Apparent magnitude (V)8.4[4]
TypeSA(s)bc pec[2]
Size23.58 kpc (76,900 ly)
(diameter; 25.0 mag/arcsec2 B-band isophote)[2][5]
Apparent size (V)11.2 × 6.9[2]
Notable featuresInteracting with NGC 5195[6]
Other designations
Question Mark Galaxy,[2] Rosse's Galaxy,[2] M51a,[2] NGC 5194,[2] UGC 8493,[2] PGC 47404,[2] VV 001a,[2] VV 403,[2] Arp 85,[2] GC 3572[2]

The Whirlpool Galaxy, also known as Messier 51a (M51a) or NGC 5194, is an interacting grand-design spiral galaxy with a Seyfert 2 active galactic nucleus.[6][7][8] It lies in the constellation Canes Venatici, and was the first galaxy to be classified as a spiral galaxy.[9] It is 7.22 megaparsecs (23.5 million light-years) away and 23.58 kiloparsecs (76,900 ly) in diameter.[2][10]

The galaxy and its companion, NGC 5195,[11] are easily observed by amateur astronomers, and the two galaxies may be seen with binoculars.[12] The Whirlpool Galaxy has been extensively observed by professional astronomers, who study it and its pair with NGC 5195 to understand galaxy structure (particularly structure associated with the spiral arms) and galaxy interactions.
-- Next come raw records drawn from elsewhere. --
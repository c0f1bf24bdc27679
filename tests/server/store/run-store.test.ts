import { asc, eq } from 'drizzle-orm';
import { connect } from '@/db/connect';
import { runEvents, runSteps } from '@/db/schema';
import { RigLostError, StaleRunError, type RunWrite } from '@/server/interfaces/run-store';
import { isPassing } from '@/server/store/failures';
import { takeRigLease, type Takeable } from '@/server/store/rig-leases';
import { createRunStore } from '@/server/store/run-store';
import { appendEvent, emptyChain, verifyChain, type ChainHead } from '@/shared/archive/chain';
import type { ChainedEvent, RunStart, StepRow } from '@/shared/archive/run-records';
import { databaseOfThisFile } from '@/tests/support/database';
import { eveningUtcMs, makeLab, makeRig, makeRun, runStart, sha256 } from './rows';

const database = databaseOfThisFile();
const db = () => database().connection.db;

async function freshRun(changes: Partial<RunStart> = {}) {
  const lab = await makeLab(db());
  const rigId = await makeRig(db(), lab.id);
  const start = runStart(lab.id, rigId, changes);
  expect(await makeRun(db(), start)).toBe(true);
  return start;
}

const event = (head: ChainHead, data: Record<string, unknown> = {}) =>
  appendEvent(head, { at: '2031-05-06T20:00:00.123Z', kind: 'step-began', data }, sha256);

const step = (seq: number, changes: Partial<StepRow> = {}): StepRow => ({
  seq,
  path: `${seq}.swing`,
  kind: 'swing',
  label: '',
  station: 'near',
  plannedStartUtcMs: eveningUtcMs,
  plannedEndUtcMs: null,
  startUtcMs: eveningUtcMs + 0.125,
  endUtcMs: null,
  uStartS: 0.0002,
  uEndS: null,
  angleStartDeg: 0,
  angleEndDeg: null,
  outcome: null,
  angleSource: 'counted',
  uAngleDeg: 0.01,
  good: null,
  ...changes,
});

const write = (start: RunStart, changes: Partial<RunWrite> = {}): RunWrite => ({
  labId: start.labId,
  runId: start.runId,
  expectedSeq: 0,
  snapshot: { value: 'running' },
  chartVersion: 1,
  steps: [],
  events: [],
  summary: {
    state: 'running',
    outcome: null,
    startedAtUtcMs: eveningUtcMs,
    endedAtUtcMs: null,
    predictedEndUtcMs: eveningUtcMs + 3_600_000,
  },
  ...changes,
});

test('a commit keeps snapshot, steps, events and summary, and load gives them back', async () => {
  const store = createRunStore(db());
  const start = await freshRun();
  const first = event(emptyChain, { garbage: 'a\u0000b\ud800', angleDeg: 20.18, tiny: 1e-300 });
  await store.commit(write(start, { events: [first], steps: [step(1)], snapshot: { deadline: eveningUtcMs + 0.25, garbage: '\u0000' } }));

  const loaded = await store.load(start.labId, start.runId);
  expect(loaded).toEqual({
    start,
    snapshot: { deadline: eveningUtcMs + 0.25, garbage: '\u0000' },
    chartVersion: 1,
    chain: { seq: 1, hash: first.hash },
  });
  const [row] = await db().select().from(runSteps).where(eq(runSteps.runId, start.runId));
  expect(row).toMatchObject(step(1));
});

test('the stored chain verifies, odd characters of a noisy line included', async () => {
  const store = createRunStore(db());
  const start = await freshRun();
  const chain: ChainedEvent[] = [];
  for (const text of ['plain', 'nul \u0000', 'lone \udfff', 'ü µ − ×10⁻¹¹'])
    chain.push(event(chain.at(-1) ?? emptyChain, { text, values: [0.1, -0, 1e21, 5e-324] }));
  await store.commit(write(start, { events: chain }));
  const rows = await db().select().from(runEvents).where(eq(runEvents.runId, start.runId)).orderBy(asc(runEvents.seq));
  expect(
    verifyChain(
      rows.map(({ labId: _lab, runId: _run, ...link }) => link),
      sha256,
    ),
  ).toMatchObject({ valid: true, events: 4 });
});

test('a step row with a known seq replaces the earlier one', async () => {
  const store = createRunStore(db());
  const start = await freshRun();
  await store.commit(write(start, { steps: [step(1)] }));
  await store.commit(
    write(start, { steps: [step(1, { outcome: 'done', endUtcMs: eveningUtcMs + 5000.001, angleEndDeg: 20.179 }), step(2)] }),
  );
  const rows = await db().select().from(runSteps).where(eq(runSteps.runId, start.runId)).orderBy(asc(runSteps.seq));
  expect(rows.map((row) => [row.seq, row.outcome, row.endUtcMs])).toEqual([
    [1, 'done', eveningUtcMs + 5000.001],
    [2, null, null],
  ]);
});

test('a writer that does not know the end of the chain is refused and writes nothing', async () => {
  const store = createRunStore(db());
  const start = await freshRun();
  const first = event(emptyChain);
  await store.commit(write(start, { events: [first] }));
  await expect(store.commit(write(start, { expectedSeq: 0, events: [event(emptyChain)], steps: [step(9)] }))).rejects.toThrow(
    StaleRunError,
  );
  expect(await db().select().from(runSteps).where(eq(runSteps.runId, start.runId))).toEqual([]);
  expect((await store.load(start.labId, start.runId))?.chain.seq).toBe(1);
});

test('a process whose rig another has taken over writes nothing more, however well it knows the end of the chain', async () => {
  const start = await freshRun();
  const { labId, rigId } = start;
  const take = (holder: string, why?: Takeable) => takeRigLease(db(), { labId, rigId, holder, leaseMs: 3000, why });
  const [frozen, next] = [createRunStore(db(), 'frozen'), createRunStore(db(), 'next')];
  const [first, late] = [event(emptyChain), event(event(emptyChain), { late: true })];

  expect(await take('frozen')).toBe(1);
  await frozen.commit(write(start, { events: [first] }));
  await expect(next.commit(write(start, { expectedSeq: 1, events: [late] }))).rejects.toThrow(RigLostError);
  expect(await take('next', { gone: 'frozen' })).toBe(2);
  await expect(frozen.commit(write(start, { expectedSeq: 1, events: [late], steps: [step(7)] }))).rejects.toThrow(
    'another process has the rig',
  );
  expect(await db().$count(runSteps, eq(runSteps.runId, start.runId))).toBe(0);
  expect((await next.load(labId, start.runId))?.chain).toEqual({ seq: 1, hash: first.hash });
  await next.commit(write(start, { expectedSeq: 1, events: [event(first)] }));
  await expect(frozen.commit(write(start, { expectedSeq: 1, events: [late] }))).rejects.toThrow(StaleRunError);
  expect((await next.load(labId, start.runId))?.chain.seq).toBe(2);
});

test('a process that was frozen in the middle of a commit keeps the run locked for no longer than its connection may idle', async () => {
  const start = await freshRun();
  const frozen = connect({ url: database().url, maxConnections: 1, idleInTransactionMs: 50 });
  const client = await frozen.pool.connect();
  await client.query(`begin; select 1 from runs where id = '${start.runId}' for update`);
  await createRunStore(db()).commit(write(start, { events: [event(emptyChain)] }));
  const woken = await client.query('commit').catch((error: unknown) => error);
  expect(isPassing(woken)).toBe(true);
  client.release(true);
  await frozen.close();
});

test('of two writers at once one wins', async () => {
  const store = createRunStore(db());
  const start = await freshRun();
  const results = await Promise.allSettled([1, 2].map((n) => store.commit(write(start, { events: [event(emptyChain, { n })] }))));
  expect(results.map((result) => result.status).sort()).toEqual(['fulfilled', 'rejected']);
});

test('events that do not continue the chain are refused whole', async () => {
  const store = createRunStore(db());
  const start = await freshRun();
  const first = event(emptyChain);
  await expect(store.commit(write(start, { events: [first, event({ seq: 5, hash: first.hash })] }))).rejects.toThrow(
    'event 6 does not continue the chain',
  );
  expect(await db().select().from(runEvents).where(eq(runEvents.runId, start.runId))).toEqual([]);
});

test('thousands of rows in one commit are stored', async () => {
  const store = createRunStore(db());
  const start = await freshRun();
  const events: ChainedEvent[] = [];
  for (let n = 0; n < 4500; n += 1) events.push(event(events.at(-1) ?? emptyChain, { n }));
  await store.commit(write(start, { events, steps: Array.from({ length: 4100 }, (_, index) => step(index + 1)) }));
  expect((await store.load(start.labId, start.runId))?.chain.seq).toBe(4500);
  expect(await db().$count(runSteps, eq(runSteps.runId, start.runId))).toBe(4100);
}, 60_000);

test('a rig has one run at a time, and rehearsals beside it', async () => {
  const store = createRunStore(db());
  const start = await freshRun();
  expect(await makeRun(db(), runStart(start.labId, start.rigId))).toBe(false);
  const recipe = { trueG: 6.6743e-11, seed: 1, rateHz: 10, faults: [] };
  expect(await makeRun(db(), runStart(start.labId, start.rigId, { simulated: recipe }))).toBe(true);
  await store.commit(
    write(start, {
      summary: { state: 'stopped', outcome: 'stopped', startedAtUtcMs: eveningUtcMs, endedAtUtcMs: eveningUtcMs, predictedEndUtcMs: null },
    }),
  );
  expect(await makeRun(db(), runStart(start.labId, start.rigId))).toBe(true);
});

test('unfinished runs are found after a restart, ended ones and rehearsals are not', async () => {
  const store = createRunStore(db());
  const start = await freshRun();
  const rehearsal = runStart(start.labId, start.rigId, { simulated: { trueG: 6.6743e-11, seed: 1, rateHz: 10, faults: [] } });
  await makeRun(db(), rehearsal);
  const ids = (await store.unfinished()).map((run) => run.start.runId);
  expect(ids).toContain(start.runId);
  expect(ids).not.toContain(rehearsal.runId);
  await store.commit(
    write(start, {
      summary: { state: 'failed', outcome: 'failed', startedAtUtcMs: null, endedAtUtcMs: eveningUtcMs, predictedEndUtcMs: null },
    }),
  );
  expect((await store.unfinished()).map((run) => run.start.runId)).not.toContain(start.runId);
});

test('another lab cannot load the run', async () => {
  const store = createRunStore(db());
  const start = await freshRun();
  const other = await makeLab(db(), 'Other');
  expect(await store.load(other.id, start.runId)).toBeNull();
});
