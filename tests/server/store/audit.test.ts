import { appendAudit, auditPage } from '@/server/store/audit';
import { verifyChain } from '@/shared/archive/chain';
import { databaseOfThisFile } from '@/tests/support/database';
import { eveningUtcMs, makeLab, sha256 } from './rows';

const database = databaseOfThisFile();
const db = () => database().connection.db;
const fact = (labId: string, n: number) => ({
  labId,
  who: { id: null, name: 'server' },
  kind: 'lab.changed',
  data: { n, gone: undefined, odd: '\u0000' },
  utcMs: eveningUtcMs + n,
});

test('entries of many writers at once make one chain without gaps', async () => {
  const lab = await makeLab(db());
  await Promise.all(Array.from({ length: 20 }, (_, n) => db().transaction((tx) => appendAudit(tx, fact(lab.id, n), sha256))));
  const rows = (await auditPage(db(), { labId: lab.id, beforeSeq: null, limit: 100 })).reverse();
  expect(
    verifyChain(
      rows.map(({ labId: _lab, ...link }) => link),
      sha256,
    ),
  ).toMatchObject({ valid: true, events: 20 });
});

test('each lab has a chain of its own', async () => {
  const [one, two] = [await makeLab(db()), await makeLab(db())];
  await db().transaction((tx) => appendAudit(tx, fact(one.id, 1), sha256));
  await db().transaction((tx) => appendAudit(tx, fact(two.id, 1), sha256));
  expect((await auditPage(db(), { labId: two.id, beforeSeq: null, limit: 10 })).map((row) => row.seq)).toEqual([1]);
});

test('an act that fails leaves no entry and no gap', async () => {
  const lab = await makeLab(db());
  await expect(
    db().transaction(async (tx) => {
      await appendAudit(tx, fact(lab.id, 1), sha256);
      throw new Error('the act failed');
    }),
  ).rejects.toThrow('the act failed');
  await db().transaction((tx) => appendAudit(tx, fact(lab.id, 2), sha256));
  expect((await auditPage(db(), { labId: lab.id, beforeSeq: null, limit: 10 })).map((row) => [row.seq, row.data.n])).toEqual([[1, 2]]);
});

test('pages go back from the newest', async () => {
  const lab = await makeLab(db());
  for (let n = 1; n <= 5; n += 1) await db().transaction((tx) => appendAudit(tx, fact(lab.id, n), sha256));
  expect((await auditPage(db(), { labId: lab.id, beforeSeq: null, limit: 2 })).map((row) => row.seq)).toEqual([5, 4]);
  expect((await auditPage(db(), { labId: lab.id, beforeSeq: 4, limit: 2 })).map((row) => row.seq)).toEqual([3, 2]);
});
Its pair with NGC 5195 is among the most famous and relatively close interacting systems, and thus is a favorite subject of galaxy interaction models.


Sketch of M51 by Lord Rosse in 1845

What later became known as the Whirlpool Galaxy was discovered on October 13, 1773, by Charles Messier while hunting for objects that could confuse comet hunters, and was designated in Messier's catalogue as M51.[13] William Parsons, 3rd Earl of Rosse, employing a 72-inch (1.8 m) reflecting telescope at Birr Castle, Ireland, found that the Whirlpool possessed a spiral structure, the first "nebula" to be known to have one.[14] These "spiral nebulae" were not recognized as galaxies until Edwin Hubble was able to observe Cepheid variables in some of these spiral nebulae, which provided evidence that they were so far away that they must be entirely separate galaxies.[15]

The advent of radio astronomy and subsequent radio images of M51 unequivocally demonstrated that the Whirlpool and its companion galaxy are indeed interacting. Sometimes the designation M51 is used to refer to the pair of galaxies, in which case the individual galaxies may be referred to as M51a (NGC 5194) and M51b (NGC 5195).

Visual appearance

The image of the Whirlpool Galaxy in visible light (left) and infrared light (right)

Deep in the constellation Canes Venatici, M51 is often found by finding the easternmost star of the Big Dipper, Alkaid, and going 3.5° southwest. Its declination is, rounded, +47°, making it circumpolar (never setting) for observers above the 43rd parallel north;[a] it reaches a high altitude throughout this hemisphere making it an accessible object from the early hours in November through to the end of May, after which observation is more coincidental in modest latitudes with the risen sun (due to the Sun approaching to and receding from its right ascension, specifically figuring in Gemini, just to the north).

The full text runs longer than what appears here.